Mass E, Brin I, Belostoky L, Maayan C, Gadoth N
Department of Pediatric Dentistry, The Maurice and Gabriela Goldschleger School of Dental Medicine, Tel Aviv University, Israel.
Cleft Palate Craniofac J. 1998 Mar;35(2):120-6. doi: 10.1597/1545-1569_1998_035_0120_aceocm_2.3.co_2.
The purpose of this study was to delineate the craniofacial and dentoalveolar morphology of patients with familial dysautonomia (FD) in order to contribute to the understanding of the association between progressive sensory and autonomic neuropathy and the characteristic appearance of the dysautonomic face.
The study group comprised 32 patients with FD (15 females and 17 males; mean age 10.8 years, SD 3.5 years, range 5.8-19.8 years).
Lateral cephalograms from each patient were traced twice. The means of the two measurements were compared with homologous cephalometric normal values of ethnic-specific and classical norms from the literature.

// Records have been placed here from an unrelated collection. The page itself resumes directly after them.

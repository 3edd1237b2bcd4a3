"""Command line: exit codes and one-line errors for bad input."""

from heschl.cli import main


def test_help_documents_exit_codes(capsys):
    assert main(["--help"]) == 0
    out = capsys.readouterr().out
    assert "exit codes" in out and "0  everything" in out and "2  the command line" in out


def test_no_command_is_a_usage_error():
    assert main([]) == 2


def test_unknown_option_is_a_usage_error(capsys):
    assert main(["run", "x.toml", "--fast"]) == 2


def test_missing_study_file_exits_2_with_one_line(tmp_path, capsys, monkeypatch):
    monkeypatch.chdir(tmp_path)
    assert main(["check", "nowhere.toml"]) == 2
    err = capsys.readouterr().err.strip()
    assert err == "heschl: nowhere.toml: study file not found; check the path or the name."


def test_invalid_study_exits_2_and_writes_nothing(tmp_path, capsys, monkeypatch):
    monkeypatch.chdir(tmp_path)
    (tmp_path / "study.toml").write_text('name = "x"\noutptu = "out"\n')
    assert main(["run", "study.toml"]) == 2
    err = capsys.readouterr().err.strip()
    assert err.startswith("heschl: study.toml: outptu: unknown key") and 'did you mean "output"' in err
    assert "\n" not in err
    assert not (tmp_path / "out").exists() and not (tmp_path / "derivatives").exists()


def test_check_lists_channels_duration_and_markers(processed_study, capsys, monkeypatch):
    study, _ = processed_study
    monkeypatch.chdir(study.root)
    assert main(["check", "study.toml"]) == 0
    out = capsys.readouterr().out.splitlines()
    birch = next(line for line in out if line.startswith("birch") and "oddball" in line)
    assert "64 ch (missing: none)" in birch and "512 Hz" in birch and "standard" in birch and "deviant" in birch
    assert out[-1] == "19 recording(s) found, 0 with problems."


def test_check_reports_unmapped_codes_as_a_problem(processed_study, tmp_path, capsys):
    study, _ = processed_study
    text = (study.root / "study.toml").read_text().replace('"11" = "standard"', '"99" = "standard"')
    text = text.replace('"12" = "deviant"', '"98" = "deviant"')
    (study.root / "broken.toml").write_text(text)
    try:
        assert main(["check", str(study.root / "broken.toml")]) == 1
    finally:
        (study.root / "broken.toml").unlink()
    out = capsys.readouterr().out
    assert "no marker of the paradigm found (codes in the file: 11, 12)" in out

In some parameters, the craniofacial morphology of the FD group was significantly different from the classical norms. There was a pronounced retrognathism in the mandible and a steep mandibular plane angle. The skeletal features of FD patients more closely resembled those of their ethnic group, although they were more retrognathic, and the mandibular growth axis was more horizontal. The incisors of these patients were more retropositioned and retroclined than were those of their healthy counterparts.
The results suggest an insufficiency of the expected dentoalveolar compensatory mechanism that usually helps to bridge skeletal discrepancies. It is postulated that the neuropathy is probably the important factor in the lack of this compensatory mechanism.
本研究旨在描绘家族性自主神经功能异常(FD)患者的颅面和牙槽形态,以促进对进行性感觉和自主神经病变与自主神经功能异常面容特征性表现之间关联的理解。
研究组包括32例FD患者(15名女性和17名男性;平均年龄10.8岁,标准差3.5岁,范围5.8 - 19.8岁)。
对每位患者的头颅侧位片进行两次描记。将两次测量的均值与文献中特定种族和经典标准的同源头影测量正常值进行比较。
在某些参数方面,FD组的颅面形态与经典标准有显著差异。下颌存在明显的后缩,下颌平面角陡峭。FD患者的骨骼特征与其种族群体更为相似,尽管他们的后缩更明显,且下颌生长轴更水平。这些患者的切牙比健康对照者的切牙更向后移位和倾斜。
结果提示通常有助于弥补骨骼差异的预期牙槽代偿机制不足。据推测,神经病变可能是缺乏这种代偿机制的重要因素。